Ava was born at 1:14pm on January 24th. I immediately awoke after they woke me up. I was back in the game fast asking how my baby was. They remarked how fast and well I came out of anesthesia. They told me that a neonatalogist would be down to speak to us. Anthony was outside waiting for me. He made it from Batavia to Buffalo before 2pm. I remembered them telling me they fixed my hernia, which the doctor that did the surgery told me he never did. He thought that maybe another resident fixed it.

They rolled me into the recovery room, and I remember not feeling cold like I felt after the other prior c-sections. I also remember the surgery room was not as cold as the other room was.

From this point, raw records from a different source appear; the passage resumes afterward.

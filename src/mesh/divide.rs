//! Where elements end: fine towards gaps, junctions, bends and ends, coarse away from them.
//!
//! Each conductor has *features*: places x_k where the charge changes over a length h_k (a few radii at an end, the gap
//! width at a gap, the clearance where another conductor comes close). The wanted element size is
//! h(x) = min(h_max, min_k(h_k + g |x − x_k|)); between two forced nodes the elements take equal shares of ∫ dx/h, so that
//! the division does not depend on the direction of the path. Sizes grow geometrically by e^g away from a feature.

use super::anchor::{Anchor, end_pattern};
use super::unknowns::{feed_gap, gap_legs};
use crate::layout::{Layout, Point};
use crate::quantity::SPEED_OF_LIGHT_M_PER_S;

/// How fine the mesh is. The numbers of the default come from the convergence table (tests/laws/convergence).
#[derive(Debug, Clone, Copy, PartialEq)]
pub struct Density {
    /// All sizes are divided by this; 1 is the default mesh.
    pub factor: f64,
}

impl Default for Density {
    fn default() -> Self {
        Self { factor: 1.0 }
    }
}

/// Longest element in wavelengths of the highest frequency.
const LONGEST_WAVELENGTHS: f64 = 0.14;
/// Elements longer than this in wavelengths carry degree 3, shorter ones degree 2.
const CUBIC_WAVELENGTHS: f64 = 0.05;
/// Element size at a free end, in radii.
const END_RADII: f64 = 4.0;
/// Element size at a bend or junction, in radii.
const JOINT_RADII: f64 = 4.0;
/// Growth rate of the size with distance from a feature.
pub(super) const GROWTH: f64 = 1.4;
/// A bend below this angle (radians) is no feature.
const BEND_RADIANS: f64 = 0.05;

/// One future element.
#[derive(Debug, Clone)]
pub(super) struct Piece {
    pub(super) from_m: f64,
    pub(super) to_m: f64,
    pub(super) start: Point,
    pub(super) end: Point,
    /// The conductor's vertex at its end, where there is one.
    pub(super) end_vertex: Option<usize>,
    pub(super) degree: usize,
}

#[derive(Debug, Clone, Copy)]
struct Feature {
    at_m: f64,
    size_m: f64,
}

/// Cut every conductor into pieces.
pub(super) fn divide(
    layout: &Layout,
    highest_hz: f64,
    density: Density,
    extra_gaps: &[(usize, f64, f64)],
    anchor: &Anchor,
) -> Vec<Vec<Piece>> {
    let wavelength_m = SPEED_OF_LIGHT_M_PER_S / highest_hz;
    let gaps = all_gaps(layout, extra_gaps);
    (0..layout.conductors.len())
        .map(|index| {
            let mut features = own_features(layout, index, &gaps, anchor);
            features.extend(neighbour_features(layout, index, LONGEST_WAVELENGTHS * wavelength_m, anchor));
            let end = anchor.moves(index).then(|| {
                let last = layout.conductors[index].points.len() - 1;
                vertex_size_radii(layout, index, last).map(|radii| radii * layout.conductors[index].radius_m)
            });
            divide_one(layout, index, &gaps, &features, (wavelength_m, density, end))
        })
        .collect()
}

/// All gaps as (conductor, from, to).
fn all_gaps(layout: &Layout, extra_gaps: &[(usize, f64, f64)]) -> Vec<(usize, f64, f64)> {
    let parts = layout.parts.iter().map(|p| (p.conductor, p.from_m, p.to_m));
    let of_parts = parts.chain(extra_gaps.iter().copied()).flat_map(|gap| gap_legs(layout, gap));
    let of_feed = layout.feed.hot.iter().map(|leg| feed_gap(layout, leg));
    of_feed.chain(of_parts).map(|leg| (leg.conductor, leg.from_m, leg.to_m)).collect()
}

/// Ends, bends, junctions and gaps of a conductor itself.
fn own_features(layout: &Layout, index: usize, gaps: &[(usize, f64, f64)], anchor: &Anchor) -> Vec<Feature> {
    let c = &layout.conductors[index];
    let at = c.distances_m();
    let mut out = Vec::new();
    for (vertex, &at_m) in at.iter().enumerate().filter(|v| !(anchor.moves(index) && v.0 + 1 == at.len())) {
        if let Some(radii) = vertex_size_radii(layout, index, vertex) {
            out.push(Feature { at_m, size_m: radii * c.radius_m });
        }
    }
    for &(_, from, to) in gaps.iter().filter(|g| g.0 == index) {
        let size_m = to - from;
        out.push(Feature { at_m: from, size_m });
        out.push(Feature { at_m: to, size_m });
    }
    out
}

/// Size in radii wanted at a vertex; `None` where the conductor just goes straight on.
fn vertex_size_radii(layout: &Layout, index: usize, vertex: usize) -> Option<f64> {
    let c = &layout.conductors[index];
    let members: Vec<(usize, usize)> = layout
        .junctions
        .iter()
        .find(|j| j.members.contains(&(index, vertex)))
        .map_or_else(|| vec![(index, vertex)], |j| j.members.clone());
    let legs: Vec<(Point, f64)> = members
        .iter()
        .flat_map(|&(other, v)| {
            let o = &layout.conductors[other];
            let here = o.points[v];
            let towards = |w: usize| ((o.points[w] - here).normalize(), o.radius_m);
            let before = (v > 0).then(|| towards(v - 1));
            let after = (v + 1 < o.points.len()).then(|| towards(v + 1));
            before.into_iter().chain(after)
        })
        .collect();
    match legs.as_slice() {
        [_] => Some(END_RADII),
        [(d1, r1), (d2, r2)] => {
            let bend = (-d1.dot(d2)).clamp(-1.0, 1.0).acos();
            let step = (r1 / r2 - 1.0).abs() > 1e-6;
            (bend > BEND_RADIANS || step).then_some(JOINT_RADII * r1.max(*r2) / c.radius_m)
        }
        _ => Some(JOINT_RADII),
    }
}

/// Places where an end or bend of another conductor, or a crossing, comes close without touching. What moves with an end makes
/// no feature on conductors that stay, so that their division stays too.
fn neighbour_features(layout: &Layout, index: usize, longest_m: f64, anchor: &Anchor) -> Vec<Feature> {
    let c = &layout.conductors[index];
    let at = c.distances_m();
    let mut out = Vec::new();
    for (leg, ends) in c.points.windows(2).enumerate() {
        let length = at[leg + 1] - at[leg];
        let mut consider = |place: f64, clearance: f64| {
            if clearance > c.radius_m && clearance < longest_m && place > 0.0 && place < length {
                out.push(Feature { at_m: at[leg] + place, size_m: 2.0 * clearance });
            }
        };
        for (other, o) in layout.conductors.iter().enumerate() {
            for (k, pair) in o.points.windows(2).enumerate() {
                if other == index && k.abs_diff(leg) <= 1 {
                    continue;
                }
                let ignored = |vertex: usize| !anchor.carries(index) && anchor.displaces(layout, other, vertex);
                for p in pair.iter().enumerate().filter(|(n, _)| !ignored(k + n)).map(|(_, p)| p) {
                    let (place, clearance) = foot(ends[0], ends[1], *p);
                    consider(place, clearance);
                }
                let carried = anchor.carries(other) && !anchor.carries(index);
                if let Some((place, clearance)) = crossing(ends, pair).filter(|_| !carried) {
                    consider(place, clearance);
                }
            }
        }
    }
    out
}

/// Foot of a point on the line through two others: distance from the first, and clearance.
fn foot(a: Point, b: Point, p: Point) -> (f64, f64) {
    let t = (b - a).normalize();
    let s = (p - a).dot(&t);
    (s, (p - a - t * s).norm())
}

/// Closest approach of two legs where it lies inside both and they are not nearly parallel.
fn crossing(one: &[Point], two: &[Point]) -> Option<(f64, f64)> {
    let (u, v) = ((one[1] - one[0]).normalize(), (two[1] - two[0]).normalize());
    let w = one[0] - two[0];
    let b = u.dot(&v);
    let det = 1.0 - b * b;
    if det < 0.03 {
        return None;
    }
    let (d, e) = (u.dot(&w), v.dot(&w));
    let s = (b * e - d) / det;
    let t = (e - b * d) / det;
    let inside = s > 0.0 && s < (one[1] - one[0]).norm() && t > 0.0 && t < (two[1] - two[0]).norm();
    inside.then(|| (s, (one[0] + u * s - two[0] - v * t).norm()))
}

fn divide_one(
    layout: &Layout,
    index: usize,
    gaps: &[(usize, f64, f64)],
    features: &[Feature],
    (wavelength_m, density, end): (f64, Density, Option<Option<f64>>),
) -> Vec<Piece> {
    let c = &layout.conductors[index];
    let at = c.distances_m();
    let mut nodes: Vec<(f64, Option<usize>)> = at.iter().enumerate().map(|(v, &x)| (x, Some(v))).collect();
    for &(_, from, to) in gaps.iter().filter(|g| g.0 == index) {
        for x in [from, to] {
            if nodes.iter().all(|n| (n.0 - x).abs() > 1e-9 * (1.0 + x)) {
                nodes.push((x, None));
            }
        }
    }
    nodes.sort_by(|a, b| a.0.total_cmp(&b.0));
    let size = Size { features, longest_m: LONGEST_WAVELENGTHS * wavelength_m };
    let mut out = Vec::new();
    for (n, pair) in nodes.windows(2).enumerate() {
        let (from, to) = (pair[0].0, pair[1].0);
        let cuts = match end {
            Some(end_m) if n + 2 == nodes.len() => anchored(&size, (from, to), end_m, density.factor),
            _ => size.cut(from, to, density.factor),
        };
        for (k, ends) in cuts.windows(2).enumerate() {
            let last = k + 2 == cuts.len();
            let length = ends[1] - ends[0];
            out.push(Piece {
                from_m: ends[0],
                to_m: ends[1],
                start: point_at(&c.points, &at, ends[0]),
                end: point_at(&c.points, &at, ends[1]),
                end_vertex: if last { pair[1].1 } else { None },
                degree: if length > CUBIC_WAVELENGTHS * wavelength_m { 3 } else { 2 },
            });
        }
    }
    out
}

/// Point at a distance along a polyline; exact at its vertices.
fn point_at(points: &[Point], at: &[f64], x: f64) -> Point {
    if let Some(v) = at.iter().position(|d| *d == x) {
        return points[v];
    }
    let leg = at.partition_point(|d| *d < x).clamp(1, at.len() - 1) - 1;
    let t = (x - at[leg]) / (at[leg + 1] - at[leg]);
    points[leg] * (1.0 - t) + points[leg + 1] * t
}

/// Ends of the elements of a last stretch whose end moves: whole steps from its start, whole steps back from its end
/// (`end_m`: size wanted there), and the few elements between shared as everywhere else.
fn anchored(size: &Size, (from, to): (f64, f64), end_m: Option<f64>, factor: f64) -> Vec<f64> {
    let end_m = end_m.unwrap_or(size.longest_m).min(size.longest_m);
    let back = end_pattern(end_m, to - from, factor, |d| size.at(to - d));
    let bridge_to = to - back.last().copied().unwrap_or(0.0);
    let mut trunk = size.steps(from, bridge_to, factor);
    if trunk.len() > 1 && trunk.last().is_some_and(|t| bridge_to - t < 0.6 * size.at(bridge_to) / factor) {
        trunk.pop();
    }
    let mut features = size.features.to_vec();
    features.push(Feature { at_m: to, size_m: end_m });
    let both = Size { features: &features, longest_m: size.longest_m };
    let mut out = trunk;
    let bridge_from = out.pop().unwrap_or(from);
    out.extend(both.cut(bridge_from, bridge_to, factor));
    out.extend(back.iter().rev().skip(1).map(|d| to - d));
    if !back.is_empty() {
        out.push(to);
    }
    out
}

/// The wanted size along one conductor.
struct Size<'a> {
    features: &'a [Feature],
    longest_m: f64,
}

/// Far beyond any conductor, m: steps laid towards it do not know where the conductor ends.
const HORIZON_M: f64 = 1e5;

impl Size<'_> {
    /// Places at whole steps of ∫ dx/h from a start, the start included, up to a limit.
    fn steps(&self, from: f64, limit: f64, factor: f64) -> Vec<f64> {
        let knots = self.knots(from, from + HORIZON_M);
        let mut out = vec![from];
        let mut before = 0.0;
        for pair in knots.windows(2) {
            let share = factor * self.share(pair[0], pair[1]);
            while out.len() as f64 <= before + share {
                let place = self.inverse(pair[0], pair[1], (out.len() as f64 - before) / factor);
                if place > limit {
                    return out;
                }
                out.push(place);
            }
            before += share;
        }
        out
    }

    fn at(&self, x: f64) -> f64 {
        self.features.iter().map(|f| f.size_m + GROWTH * (x - f.at_m).abs()).fold(self.longest_m, f64::min)
    }

    /// Ends of the elements between two forced nodes, both nodes included.
    fn cut(&self, from: f64, to: f64, factor: f64) -> Vec<f64> {
        let knots = self.knots(from, to);
        let shares: Vec<f64> = knots.windows(2).map(|k| factor * self.share(k[0], k[1])).collect();
        let total: f64 = shares.iter().sum();
        let count = (total - 1e-6).ceil().max(1.0);
        let mut out = vec![from];
        let (mut leg, mut before) = (0, 0.0);
        for n in 1..count as usize {
            let wanted = total * n as f64 / count;
            while leg + 1 < shares.len() && before + shares[leg] < wanted {
                before += shares[leg];
                leg += 1;
            }
            out.push(self.inverse(knots[leg], knots[leg + 1], (wanted - before) / factor));
        }
        out.push(to);
        out
    }

    /// Places between which h is one straight line.
    fn knots(&self, from: f64, to: f64) -> Vec<f64> {
        let mut out = vec![from, to];
        let mut add = |x: f64| {
            if x > from && x < to {
                out.push(x);
            }
        };
        for (i, f) in self.features.iter().enumerate() {
            add(f.at_m);
            let reach = (self.longest_m - f.size_m) / GROWTH;
            add(f.at_m - reach);
            add(f.at_m + reach);
            for g in &self.features[..i] {
                // lines of opposite slope meet between the two features
                let (l, r) = if f.at_m < g.at_m { (f, g) } else { (g, f) };
                add(0.5 * (l.at_m + r.at_m) + 0.5 * (r.size_m - l.size_m) / GROWTH);
            }
        }
        out.sort_by(f64::total_cmp);
        out.dedup_by(|a, b| (*a - *b).abs() < 1e-12);
        if let Some(last) = out.last_mut() {
            *last = to;
        }
        out
    }

    /// ∫ dx/h over a stretch where h is linear.
    fn share(&self, x0: f64, x1: f64) -> f64 {
        let (h0, h1) = (self.at(x0), self.at(x1));
        let ratio = h1 / h0;
        if (ratio - 1.0).abs() < 1e-9 { (x1 - x0) / h0 } else { (x1 - x0) / (h1 - h0) * ratio.ln() }
    }

    /// The place in a linear stretch up to which ∫ dx/h has the wanted value.
    fn inverse(&self, x0: f64, x1: f64, share: f64) -> f64 {
        let (h0, h1) = (self.at(x0), self.at(x1));
        let slope = (h1 - h0) / (x1 - x0);
        if (h1 / h0 - 1.0).abs() < 1e-9 { x0 + share * h0 } else { x0 + h0 * (slope * share).exp_m1() / slope }
    }
}
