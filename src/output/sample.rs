//! Made-up results for tests of tables and pictures: standing waves on a plausible Sallowford station, not solved.

#![allow(clippy::unwrap_used)]

use crate::layout::{BandEdge, Warning};
use crate::outcome::*;
use num_complex::Complex64;
use std::f64::consts::PI;

type Route<'a> = &'a [[f64; 3]];

const WIRE: [[f64; 3]; 3] = [[0.0, 0.0, 3.0], [3.4, 9.4, 9.5], [6.2, 17.0, 8.6]];
const COAX: [[f64; 3]; 5] =
    [[0.0, 0.0, 3.0], [0.0, 0.0, 0.03], [-5.6, -1.2, 0.03], [-6.6, -1.4, 0.6], [-8.6, -1.9, 0.9]];
const TAIL: [[f64; 3]; 2] = [[0.0, 0.0, 3.0], [1.9, -0.6, 2.6]];
const LEAD: [[f64; 3]; 3] = [[-6.6, -1.4, 0.6], [-6.6, -1.4, 0.0], [-6.6, -1.4, -1.5]];

/// Current and potential at (distance, whole length) for a frequency.
type Wave<'a> = &'a dyn Fn(f64, f64) -> (Complex64, f64);

fn conductor(name: &str, route: Route, joins: &[f64], wave: Wave) -> ConductorOutcome {
    let legs: Vec<f64> =
        route.windows(2).map(|p| (0..3).map(|i| (p[1][i] - p[0][i]).powi(2)).sum::<f64>().sqrt()).collect();
    let whole: f64 = legs.iter().sum();
    let mut points = Vec::new();
    let mut start = 0.0;
    for (leg, pair) in legs.iter().zip(route.windows(2)) {
        let steps = (leg / 0.1).ceil().max(1.0) as usize;
        for step in usize::from(start > 0.0)..=steps {
            let part = step as f64 / steps as f64;
            let distance_m = start + part * leg;
            let position_m = std::array::from_fn(|i| pair[0][i] + part * (pair[1][i] - pair[0][i]));
            let (current_a, volts) = wave(distance_m, whole);
            let voltage_v = (position_m[2] >= 0.0).then_some(volts);
            let sides: &[Option<Side>] = if joins.iter().any(|j| (j - distance_m).abs() < 1e-6) {
                &[Some(Side::Before), Some(Side::After)]
            } else {
                &[None]
            };
            for side in sides {
                let current_a = if *side == Some(Side::After) { current_a * 0.4 } else { current_a };
                points.push(PointOutcome { distance_m, side: *side, position_m, current_a, voltage_v });
            }
        }
        start += leg;
    }
    ConductorOutcome { name: name.into(), points }
}

fn frequency(frequency_hz: f64, band: &str, edge: BandEdge, wetness: f64) -> FrequencyOutcome {
    let k = 2.0 * PI * frequency_hz / 299_792_458.0;
    let drive = 0.55 / (1.0 + 0.2 * (frequency_hz / 7e6));
    let wire = |s: f64, l: f64| {
        let i = Complex64::new((k * (l - s)).sin() * 1.6 * drive, 0.1 * drive * (k * s).cos());
        (i, 620.0 * drive * (k * (l - s)).cos().abs() + 30.0)
    };
    let coax = |s: f64, l: f64| {
        let kc = 1.06 * k;
        let i = Complex64::new((kc * (l - s + 0.35)).sin() * drive * wetness, 0.05 * drive * (kc * s).cos());
        (-i, 380.0 * drive * (kc * (l - s + 0.35)).cos().abs() + 12.0)
    };
    let tail = |s: f64, l: f64| (Complex64::new(0.3 * drive * (k * (l - s)).sin(), 0.0), 420.0 * drive);
    let lead = |s: f64, l: f64| (Complex64::new(0.12 * drive * (1.0 - 0.6 * s / l), 0.02), 18.0 * (1.0 - s / l));
    let entry = 8.0 - 0.16;
    let conductors = vec![
        conductor("radiator", &WIRE, &[], &wire),
        conductor("counterpoise", &TAIL, &[], &tail),
        conductor("coax", &COAX, &[], &coax),
        conductor("entry rod", &LEAD, &[], &lead),
        conductor("radio", &[[-8.6, -1.9, 0.9], [-8.6, -1.9, 1.2]], &[], &|_, _| {
            (Complex64::new(0.004, 0.0), 210.0 * drive)
        }),
    ];
    let shield = &conductors[2];
    let largest = shield.points.iter().max_by(|a, b| a.current_a.norm().total_cmp(&b.current_a.norm())).unwrap();
    let highest = shield.points.iter().max_by(|a, b| a.voltage_v.unwrap().total_cmp(&b.voltage_v.unwrap())).unwrap();
    let end = shield.points.last().unwrap();
    let at_entry = shield.points.iter().find(|p| p.distance_m >= entry).unwrap();
    let radiated_w = 100.0 * (0.22 + 0.25 * (k * 9.0).sin().powi(2));
    FrequencyOutcome {
        frequency_hz,
        band: Some(band.into()),
        edge: Some(edge),
        earth: Some(SoilOutcome { permittivity: 21.0, conductivity_s_per_m: 0.011 }),
        feed: FeedOutcome {
            resistance_ohm: 2450.0 * (1.0 + 0.3 * (k * 20.0).cos()),
            reactance_ohm: 900.0 * (k * 20.0).sin(),
            voltage_v: Complex64::new(480.0, 0.0),
            current_a: Complex64::new(0.19, -0.04),
        },
        radio: RadioOutcome {
            resistance_ohm: 43.0,
            reactance_ohm: 21.0 * (k * 20.0).sin(),
            swr: 1.25 + 0.9 * (k * 31.0).sin().powi(2),
        },
        shield: Some(ShieldOutcome {
            entry_at_m: entry,
            entry_current_a: at_entry.current_a.norm(),
            entry_voltage_v: at_entry.voltage_v,
            end: ShieldEnd::Body,
            end_current_a: end.current_a.norm(),
            end_voltage_v: end.voltage_v,
            last_metre_current_a: 1.4 * end.current_a.norm(),
            largest_current_a: largest.current_a.norm(),
            largest_at_m: largest.distance_m,
            largest_voltage_v: highest.voltage_v,
            largest_voltage_at_m: Some(highest.distance_m),
        }),
        joints: vec![JointOutcome {
            at_m: entry,
            on: "coax".into(),
            conductor: "entry rod".into(),
            current_a: 0.061,
            voltage_v: Some(18.0),
        }],
        conductors,
        power: PowerOutcome {
            input_w: 100.0,
            radiated_w,
            earth_w: 84.0 - radiated_w,
            metal_w: 3.1,
            line_w: 2.4,
            transformer_w: 0.0,
            chokes: vec![PartOutcome {
                name: "entry choke".into(),
                on: "coax".into(),
                at_m: 5.5,
                dissipated_w: 10.4,
                current_a: 0.046,
                voltage_v: 228.0,
            }],
            inline: vec![],
            unaccounted_w: Some(0.1),
        },
        discretisation: DiscretisationOutcome { resistance_ohm: 12.0, reactance_ohm: 9.4 },
    }
}

fn frequencies(wetness: f64) -> Vec<FrequencyOutcome> {
    let bands = [
        ("80 m", [3.5e6, 3.65e6, 3.8e6]),
        ("40 m", [7.0e6, 7.1e6, 7.2e6]),
        ("20 m", [14.0e6, 14.175e6, 14.35e6]),
        ("15 m", [21.0e6, 21.225e6, 21.45e6]),
        ("10 m", [28.0e6, 28.85e6, 29.7e6]),
    ];
    let edges = [BandEdge::Low, BandEdge::Middle, BandEdge::High];
    let all = bands
        .iter()
        .flat_map(|(band, hertz)| hertz.iter().zip(edges).map(move |(f, edge)| frequency(*f, band, edge, wetness)));
    all.collect()
}

/// A station over soil with counterpoise, choke, entry rod and radio, on five bands with one variant.
pub(crate) fn prediction() -> Prediction {
    Prediction {
        braidwise: "0.0.0".into(),
        station: "Sallowford gauge 3, end-fed half wave over the wet meadow".into(),
        earth: EarthOutcome { kind: "soil".into(), permittivity: Some(21.0), conductivity_s_per_m: Some(0.011) },
        gap_m: 0.0032,
        unknowns: 143,
        warnings: vec![Warning {
            about: "coax".into(),
            message: "the jacket lies on the surface and counts as air, so the shield is a few percent too short electrically".into(),
        }],
        frequencies: frequencies(1.0),
        variants: vec![VariantOutcome { name: "wet".into(), frequencies: frequencies(1.3) }],
        patterns: Vec::new(),
    }
}

/// A run from 3 to 30 MHz in even steps.
pub(crate) fn curve() -> curve::CurveOutcome {
    let point = |index: i32| {
        let frequency_hz = 3e6 + 5e4 * f64::from(index);
        let k = 2.0 * PI * frequency_hz / 299_792_458.0;
        let line = Complex64::new(0.05, k * 20.4).tanh();
        let feed_ohm = 420.0 * (1.0 + 0.03 / line) / (line + 0.08) + Complex64::new(20.0, 0.0);
        let radio_ohm = feed_ohm / 49.0 + Complex64::new(0.4, 3.0);
        let reflection = ((radio_ohm - 50.0) / (radio_ohm + 50.0)).norm();
        curve::CurvePoint { frequency_hz, feed_ohm, radio_ohm, swr: (1.0 + reflection) / (1.0 - reflection) }
    };
    let mut curve = curve::CurveOutcome::of(&prediction(), 50.0, Some(2.0));
    curve.points = (0..=540).map(point).collect();
    curve
}

/// Two elevation cuts and two azimuth cuts with lobes and a null.
pub(crate) fn pattern() -> pattern::PatternOutcome {
    let gain = |elevation: f64, bearing: f64| {
        let (e, b) = (elevation.to_radians(), (bearing - 20.0).to_radians());
        let power = e.sin().powi(2) * (1.2 - 0.9 * (e.cos() * b.cos()).powi(2)) * (1.0 + 0.6 * (3.0 * e).sin()) + 1e-4;
        (elevation > 0.0 && elevation < 180.0).then(|| 10.0 * power.log10() + 2.3)
    };
    let elevations: Vec<f64> = (0..=180).map(f64::from).collect();
    let bearings: Vec<f64> = (0..=180).map(|b| 2.0 * f64::from(b)).collect();
    let up = |bearing_deg: f64| pattern::ElevationCut {
        bearing_deg,
        elevation_deg: elevations.clone(),
        gain_dbi: elevations.iter().map(|e| gain(*e, bearing_deg)).collect(),
    };
    let around = |elevation_deg: f64| pattern::AzimuthCut {
        elevation_deg,
        bearing_deg: bearings.clone(),
        gain_dbi: bearings.iter().map(|b| gain(elevation_deg, *b)).collect(),
    };
    pattern::PatternOutcome {
        station: prediction().station,
        frequency_hz: 14.175e6,
        elevation_cuts: vec![up(20.0), up(110.0)],
        azimuth_cuts: vec![around(15.0), around(30.0), around(60.0)],
    }
}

The nurse kept checking if my uterus was going down, and she kept jabbing at my stomach very hard. My throat was also very dry and raspy. They had put a tube to breath down my throat. That is why anesthesiologist was telling the girls to hold my neck as certain way. They were only allowing me to eat ice chips. Anthony came in and we waited to hear from the neonatalogist.

The neonatalogist came down and told us that when she was born that she barely moved. They took her upstairs and she was not taking the machine. He said that she had a 99.9% chance that she would live. I told him that it was still a 1% chance. He said "No, it's a one hundredth of a percent chance." I said, "That's still a .01% chance." I was arguing with him that she still had a chance. He said that we should prepare to hold her before she dies and to get whomever would want to hold her to get there asap. He told us that the "Lord was calling her back to him."

I called my parents to come to the hospital so they could hold her. They got a babysitter for the girls and came in to see us. Anthony's mom and husband were waiting outside. I also called a few friends, and I found out later, that within minutes they had a prayer chain going and were praying for Ava. We waited a bit, and the neonatalogist came back and said that she had taken the oscillator and was on that. He said we could come up and see her. He didn't know if she would make the night, so Anthony decided that he would stay the night.

They rolled me upstairs on the huge bed and I got to look at her tiny fragile body in the incubator. We were so happy she was alive and I still felt like she would make it. Especially because she was and is a fighter. My parents left in a bit and prayed over Ava. We also waited for the woman to come and baptize Ava. She came and poured some water over her, and we all prayed. Anthony's mom came up and she looked at the baby, ever so sadly.

I wanted to go to my room which they moved me to a spacious suite, which we later learned was a bereavement suite. Thankfully there was no bereaving. Anthony came down and we slept, although we were waiting for a call, not knowing if it would come.